Items listed in a dataset:
+ + + + +

impl StandingForms<'_> {
    /// [`OilModel::rs`] at `p` < Pb (psia, finite, > 0), scf/STB.
    #[inline(always)]
    pub(crate) fn rs<M: fastmath::Elementary>(&self, p: f64) -> f64 {
        let m = self.model;
        self.rs.at_with::<M>(p / m.report.pb_scale).min(m.rsi)
    }

    /// Standing's correlating group F at `rs`: [`StandingForms::bo_correlation`] and
    /// [`StandingForms::slopes`] hold where it is > 0 (as the checked forms require).
    #[inline(always)]
    pub(crate) fn group(&self, rs: f64) -> f64 {
        self.bo.group(rs)
    }

    /// Standing's Bo at `rs` (F > 0) before calibration, rb/STB: with
    /// [`StandingForms::calibrated_bo`], [`OilModel::bo_saturated`] at `rs`.
    #[inline(always)]
    pub(crate) fn bo_correlation<M: fastmath::Elementary>(&self, rs: f64) -> f64 {
        self.bo.at_group_with::<M>(self.bo.group(rs))
    }

    /// The calibration of a saturated Bo `b` (rb/STB) of the correlation at `rs`.
    #[inline(always)]
    pub(crate) fn calibrated_bo(&self, rs: f64, b: f64) -> f64 {
        self.model.calibrated_bo(rs, b)
    }

    /// [`OilModel::saturated_slopes`] at `p` < Pb with its `rs` and `bo` (F > 0):
    /// (dRs/dp in scf/STB/psi, dBo/dp in rb/STB/psi).
    #[inline(always)]
    pub(crate) fn slopes(&self, p: f64, rs: f64, bo: f64) -> (f64, f64) {
        let m = self.model;
        let drs = m.rs_slope_given(PbMethod::Standing, p, rs);
        let bo_corr = m.uncalibrated_bo(bo);
        let dbo_drs = self.bo.drs_given_group(self.bo.group(rs), bo_corr);
        (drs, m.report.bo_scale * dbo_drs * drs)
    }

    /// Beggs–Robinson's (1975) live-oil viscosity at `rs` before calibration, cp: with
    /// [`StandingForms::calibrated_viscosity`], [`OilModel::viscosity_saturated`] at `rs`.
    #[inline(always)]
    pub(crate) fn viscosity_correlation<M: fastmath::Elementary>(&self, rs: f64) -> f64 {
        self.model.hoisted.live.at_with::<M>(rs)
    }

    /// The calibration of a live-oil viscosity `mu` (cp) of the correlation at `rs`.
    #[inline(always)]
    pub(crate) fn calibrated_viscosity(&self, rs: f64, mu: f64) -> f64 {
        self.model.calibrated_viscosity(rs, mu)
    }
}

impl OilModel {
    /// Dead-oil viscosity at reservoir temperature, cp (uncalibrated).
    ///
    /// # Examples
    /// ```
    /// let m = stocktank::oil::Oil::new(35.0, 0.8, 600.0, 200.0).unwrap().model().unwrap();
    /// assert!(m.dead_oil_viscosity() > m.viscosity(m.pb).unwrap());
    /// ```
    pub fn dead_oil_viscosity(&self) -> f64 {
        self.mu_od
    }
}

#[cfg(test)]
mod tests {
    use super::*;

    #[test]
    fn calibrated_pb_round_trip() {
        for pb_meas in [1800.0, 2500.0, 3500.0] {
            let oil = Oil::new(32.0, 0.78, 550.0, 190.0)
                .unwrap()
                .with_measured_bubble_point(pb_meas)
                .unwrap();
            let m = oil.model().unwrap();
            assert_eq!(m.pb, pb_meas);
            let rs_b = m.rs(pb_meas * (1.0 - 1e-12)).unwrap();
            assert!((rs_b - 550.0).abs() < 1e-6, "{rs_b}");
        }
    }

    #[test]
    fn bo_continuous_at_pb() {
        let m = Oil::new(32.0, 0.78, 550.0, 190.0).unwrap().model().unwrap();
        let below = m.bo(m.pb * (1.0 - 1e-10)).unwrap();
        let above = m.bo(m.pb * (1.0 + 1e-10)).unwrap();
        assert!((below - above).abs() < 1e-6);
    }
}
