impl VolumetricInputs {
    fn get(&self, i: Input) -> Option<&Distribution> {
        match i {
            Input::Area => Some(&self.area),
            Input::Thickness => Some(&self.thickness),
            Input::NetToGross => Some(&self.net_to_gross),
            Input::Porosity => Some(&self.porosity),
            Input::Sw => Some(&self.sw),
            Input::Fvf => Some(&self.fvf),
            Input::RecoveryFactor => self.recovery_factor.as_ref(),
        }
    }

    /// Check each input's support against its physical range.
    fn validate(&self) -> Result<()> {
        for i in Input::ALL {
            let Some(d) = self.get(i) else { continue };
            let (lo, hi) = d.support();
            let (ok, reason) = match i {
                Input::Area | Input::Thickness => (
                    lo >= 0.0,
                    "distribution support must be >= 0 (truncate the distribution at 0)",
                ),
                Input::Fvf => (
                    lo > 0.0 || (lo == 0.0 && matches!(d, Distribution::Lognormal { .. })),
                    "distribution support must be > 0 (truncate the distribution above 0)",
                ),
                _ => (
                    lo >= 0.0 && hi <= 1.0,
                    "distribution support must lie in [0, 1] (truncate the distribution)",
                ),
            };
            if !ok {
                let bad = if lo < 0.0 || (i == Input::Fvf && lo <= 0.0) {
                    lo
                } else {
                    hi
                };
                return Err(Error::invalid(i.name(), bad, reason));
            }
        }
        Ok(())
    }
}
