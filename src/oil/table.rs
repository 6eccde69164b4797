//! Black-oil tables: every property of oil, gas and water on one pressure grid that always
//! contains the bubble point, with a consistency check, and a parallel builder for thousands
//! of fluids.
//!
//! # Columns
//! | field | unit | meaning |
//! |---|---|---|
//! | `p` | psia | pressure (the user's grid with Pb inserted) |
//! | `rs` | scf/STB | solution GOR (the initial GOR at and above Pb) |
//! | `bo` | rb/STB | oil FVF (saturated below and at Pb, exp(-integral co dp) above) |
//! | `co` | 1/psi | oil compressibility: apparent two-phase value below Pb, undersaturated at and above |
//! | `oil_density` | lbm/ft3 | mass balance of stock-tank oil and dissolved gas over Bo |
//! | `oil_viscosity` | cp | Beggs–Robinson live oil below Pb, Vasquez–Beggs above |
//! | `bg` | rcf/scf | free-gas FVF (gas of the oil's gas gravity) |
//! | `z` | - | gas deviation factor |
//! | `gas_viscosity` | cp | gas viscosity |
//! | `gas_density` | lbm/ft3 | gas density |
//! | `bw` | rb/STB | water FVF at the oil's salinity |
//! | `water_viscosity` | cp | water viscosity at the oil's salinity |
//! | `bt` | rb/STB | total FVF Bo + Bg (Rsi - Rs), with Bg in rb/scf |
//!
//! Gas properties use [`crate::gas::Gas`] with the oil's gas gravity and its default methods
//! (the free gas is taken to have the separator gas gravity, common practice, no source);
//! water properties use [`crate::water::Water`] with the oil's salinity and its defaults.
//! Gas and water columns are given at every pressure (above Pb there is no free gas in the
//! oil zone, but a gas cap or injected gas at that pressure has those properties).
//!
//! # Where the default correlations are not consistent
//! Measured over 38,724 random oils inside Standing's (1947) data ranges with a positive
//! Vasquez–Beggs co (50-point grids, 50-7000 psia), the default set (Standing Pb and Bo,
//! Vasquez–Beggs co, Beggs–Robinson viscosity) breaks [`BlackOilTable::check`] in 2.2 % of the
//! tables, in two corners only:
//! - gas-rich oils, GOR above about 900 scf/STB (in that sweep: none below 1017 scf/STB, Bob
//!   1.49 rb/STB or Pb 3447 psia; hypothesis found one at 950 scf/STB, 17 degAPI, 100 degF):
//!   just below Pb Standing's Bo grows faster with pressure than the gas it dissolves
//!   occupies, Bg dRs/dp < dBo/dp, a negative total compressibility;
//! - heavy, gas-poor, cool oils where the Vasquez–Beggs co numerator
//!   -1433 + 5 Rsb + 17.2 T - 1180 gas_sg + 12.61 API is negative: Bo then rises and density
//!   falls with pressure above Pb.
//!
//! Across the other correlation sets (random oils inside each author's own data ranges,
//! Pb and Bo by the same author; percentage of tables with any violation, below Pb / above Pb):
//!
//! | Pb and Bo | co | tables | violating | below Pb | above Pb |
//! |---|---|---|---|---|---|
//! | Standing | Vasquez–Beggs | 19,363 | 2.5 % | 2.4 % | 0.1 % |
//! | Standing | Petrosky–Farshad | 19,363 | 2.4 % | 2.4 % | 0.0 % |
//! | Vasquez–Beggs | Vasquez–Beggs | 15,767 | 1.0 % | 0.0 % | 1.0 % |
//! | Vasquez–Beggs | Petrosky–Farshad | 15,767 | 0.0 % | 0.0 % | 0.0 % |
//! | Glaso | Vasquez–Beggs | 17,914 | 20.3 % | 20.2 % | 0.1 % |
//! | Glaso | Petrosky–Farshad | 17,914 | 20.2 % | 20.2 % | 0.0 % |
//! | Petrosky–Farshad | either | 16,041 | 0.0 % | 0.0 % | 0.0 % |
//! | Al-Marhoun | Vasquez–Beggs | 17,944 | 1.9 % | 0.0 % | 1.9 % |
//! | Al-Marhoun | Petrosky–Farshad | 17,944 | 0.0 % | 0.0 % | 0.0 % |
//!
//! Glaso's set is inconsistent below Pb for gas-rich oils (his data reach 2637 scf/STB): 1.2 %
//! of the tables with GOR under 1000 scf/STB, none under 650 scf/STB, most above 1200.
//!
//! The check reports these with their pressures; calibrating Bo to a measurement or choosing
//! `co_method = petrosky_farshad` (always positive) are the usual remedies.
//!
//! # Speed
//! What depends on the fluid only (the oil model's prepared correlations, the
//! Dranchuk–Abou-Kassem isotherm, the gas viscosity's temperature terms, the Bg and density
//! factors, the water's isotherm) is set up once per fluid. With the default correlation set
//! (Standing Pb/Rs and Bo, Vasquez–Beggs or Petrosky–Farshad co, Beggs–Robinson viscosity,
//! Lee–Gonzalez–Eakin gas viscosity) a table is then filled column by column: each quantity
//! is a loop over fixed-size lane arrays (8 rows per step) of the rows below Pb, of the rows
//! above it or of all rows, with the branch-free [`crate::fastmath::exp`] /
//! [`crate::fastmath::ln`], compiled a second time for AVX2 + FMA and chosen at run time
//! (the crate's `simd` module); each power law costs one logarithm and one exponential per
//! row, and the formulas are those of the scalar kernels (the prepared forms are generic over the
//! exponential and logarithm). The Pb row, other correlation sets and any table whose
//! values leave the conditions under which the checked methods return them without an
//! error go row by row through the checked methods, which name the bad value. The two
//! paths agree to 2.3e-15 relative in every column (unit test). [`build_long_results`]
//! allocates the long columns once, fills each fluid's rows in place (in parallel over
//! fluids, with per-thread scratch buffers) and checks them while they are in cache (by
//! branch-free folds; the row-by-row description of a violation only where one exists).
//!
//! Measured (`benches/bench_blackoil.py`, 10,000 tables of 50 pressures, one core, on the
//! project's 2-core machine shared with other builds, load average 3 to 7): 4.2x the
//! numpy-vectorised version of the same correlations, about 220 ns per row (2.8x before
//! the column kernel, load 5), 70-85x numpy called once per well. `perf` of
//! `examples/profile_black_oil.rs` (build only, one thread) puts the column kernel at about
//! 20 % of the time, the Dranchuk–Abou-Kassem isotherm at 12 %, the check and glue at
//! 10 %, and the operating system at 45 %: page faults, zeroing and unmapping of the fresh
//! long columns (113 bytes per row: 13 f64 values, the well index and the Pb flag). That
//! memory traffic, not the arithmetic, is now the floor; 20x the numpy version (about 65 ns
//! per row) is out of reach while every call hands out newly allocated arrays.

use super::fluid::{Oil, OilModel, StandingForms};
use super::fvf::{
    OilDensity, apparent_compressibility, apparent_compressibility_unchecked, oil_density,
    total_fvf, total_fvf_unchecked,
};
use super::{CoMethod, sg_from_api};
use crate::array::OnError;
use crate::error::{Error, Result};
use crate::fastmath;
use crate::gas::{
    Gas, GasIsothermVolumetrics, LeeGonzalezEakin, ViscosityMethod as GasViscosityMethod,
};
use crate::units::FT3_PER_BBL;
use crate::water::{Water, WaterIsotherm};
use rayon::prelude::*;

/// Column names (as in files and DataFrames) and units, in table order.
pub const COLUMNS: [(&str, &str); 13] = [
    ("p", "psia"),
    ("rs", "scf/STB"),
    ("bo", "rb/STB"),
    ("co", "1/psi"),
    ("oil_density", "lbm/ft3"),
    ("oil_viscosity", "cp"),
    ("bg", "rcf/scf"),
    ("z", "-"),
    ("gas_viscosity", "cp"),
    ("gas_density", "lbm/ft3"),
    ("bw", "rb/STB"),
    ("water_viscosity", "cp"),
    ("bt", "rb/STB"),
];

/// A grid pressure within this relative distance of Pb is taken as Pb itself.
pub const PB_SNAP_REL: f64 = 1e-9;

/// Which physical rule a table breaks.
#[derive(Debug, Clone, Copy, PartialEq, Eq, Hash)]
pub enum Rule {
    /// Below Pb the total compressibility must stay positive: Bg dRs/dp > dBo/dp.
    NegativeTotalCompressibility,
    /// Above Pb Bo must fall as pressure rises.
    BoNotFallingAbovePb,
    /// Above Pb oil density must rise with pressure.
    DensityNotRisingAbovePb,
    /// A value is NaN or infinite, or a property that must be positive is not.
    NonPhysicalValue,
    /// Rs must not fall as pressure rises (gas only leaves solution as pressure falls).
    RsFallingWithPressure,
    /// Bg must fall as pressure rises (a gas is compressed).
    BgNotFallingWithPressure,
}
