pts_array!(
    /// [`density_mccain`] over broadcast arrays, lbm/ft3.
    ///
    /// # Examples
    /// ```
    /// use stocktank::{array::OnError, water::density_mccain_array};
    /// let x = ndarray::arr1(&[3000.0, 4000.0]).into_dyn();
    /// let t = ndarray::arr0(180.0).into_dyn();
    /// let s = ndarray::arr0(5.0).into_dyn();
    /// let d = density_mccain_array(x.view(), t.view(), s.view(), OnError::Raise).unwrap();
    /// assert!(d[1] > d[0]);
    /// ```
    density_mccain_array => density_mccain
);
pts_array!(
    /// [`rsw_mccain`] over broadcast arrays, scf/STB.
    ///
    /// # Examples
    /// ```
    /// use stocktank::{array::OnError, water::rsw_mccain_array};
    /// let x = ndarray::arr1(&[3000.0, 4000.0]).into_dyn();
    /// let t = ndarray::arr0(180.0).into_dyn();
    /// let s = ndarray::arr0(5.0).into_dyn();
    /// let r = rsw_mccain_array(x.view(), t.view(), s.view(), OnError::Raise).unwrap();
    /// assert!(r[1] > r[0]);
    /// ```
    rsw_mccain_array => rsw_mccain
);
pts_array!(
    /// [`cw_osif`] over broadcast arrays, 1/psi.
    ///
    /// # Examples
    /// ```
    /// use stocktank::{array::OnError, water::cw_osif_array};
    /// let x = ndarray::arr1(&[3000.0, 4000.0]).into_dyn();
    /// let t = ndarray::arr0(220.0).into_dyn();
    /// let s = ndarray::arr0(5.0).into_dyn();
    /// let c = cw_osif_array(x.view(), t.view(), s.view(), OnError::Raise).unwrap();
    /// assert!(c[1] < c[0]);
    /// ```
    cw_osif_array => cw_osif
);
pts_array!(
    /// [`cw_gas_saturated`] over broadcast arrays, 1/psi.
    ///
    /// # Examples
    /// ```
    /// use stocktank::{array::OnError, water::cw_gas_saturated_array};
    /// let x = ndarray::arr1(&[3000.0, 4000.0]).into_dyn();
    /// let t = ndarray::arr0(220.0).into_dyn();
    /// let s = ndarray::arr0(5.0).into_dyn();
    /// let c = cw_gas_saturated_array(x.view(), t.view(), s.view(), OnError::Raise).unwrap();
    /// assert!(c[0] > 0.0);
    /// ```
    cw_gas_saturated_array => cw_gas_saturated
);
pts_array!(
    /// [`viscosity_mccain`] over broadcast arrays, cp.
    ///
    /// # Examples
    /// ```
    /// use stocktank::{array::OnError, water::viscosity_mccain_array};
    /// let x = ndarray::arr1(&[3000.0, 4000.0]).into_dyn();
    /// let t = ndarray::arr0(220.0).into_dyn();
    /// let s = ndarray::arr0(5.0).into_dyn();
    /// let m = viscosity_mccain_array(x.view(), t.view(), s.view(), OnError::Raise).unwrap();
    /// assert!(m[1] > m[0]);
    /// ```
    viscosity_mccain_array => viscosity_mccain
);
pts_array!(
    /// [`viscosity_meehan`] over broadcast arrays, cp.
    ///
    /// # Examples
    /// ```
    /// use stocktank::{array::OnError, water::viscosity_meehan_array};
    /// let x = ndarray::arr1(&[3000.0, 4000.0]).into_dyn();
    /// let t = ndarray::arr0(220.0).into_dyn();
    /// let s = ndarray::arr0(5.0).into_dyn();
    /// let m = viscosity_meehan_array(x.view(), t.view(), s.view(), OnError::Raise).unwrap();
    /// assert!(m[1] > m[0]);
    /// ```
    viscosity_meehan_array => viscosity_meehan
);

/// [`cw_with_gas_release`] over broadcast arrays, 1/psi.
///
/// # Errors
/// [`Error::Shape`]; with [`OnError::Raise`] the first bad element, with its index.
///
/// # Examples
/// ```
/// use stocktank::{array::OnError, units::StandardConditions, water::cw_with_gas_release_array};
/// let p = ndarray::arr1(&[2000.0, 3000.0]).into_dyn();
/// let t = ndarray::arr0(200.0).into_dyn();
/// let s = ndarray::arr0(0.0).into_dyn();
/// let bg = ndarray::arr1(&[1.4e-3, 1.0e-3]).into_dyn();
/// let sc = StandardConditions::default();
/// let c = cw_with_gas_release_array(p.view(), t.view(), s.view(), bg.view(), &sc, OnError::Raise).unwrap();
/// assert!(c[0] > c[1]);
/// ```
pub fn cw_with_gas_release_array(
    p_psia: ArrayViewD<'_, f64>,
    t_f: ArrayViewD<'_, f64>,
    salinity_wt_pct: ArrayViewD<'_, f64>,
    bg_rb_per_scf: ArrayViewD<'_, f64>,
    sc: &StandardConditions,
    on_error: OnError,
) -> Result<ArrayD<f64>> {
    check_sc(sc)?;
    lift(
        ["p", "t", "salinity_wt_pct", "bg_rb_per_scf"],
        [p_psia, t_f, salinity_wt_pct, bg_rb_per_scf],
        on_error,
        |[p, t, s, bg]| cw_with_gas_release(p, t, s, bg, sc),
    )
}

+ + + + +

About this task:
Could you report how many lines of the entries include the word "must"? Only the number is needed.

Reply to the exercise:
9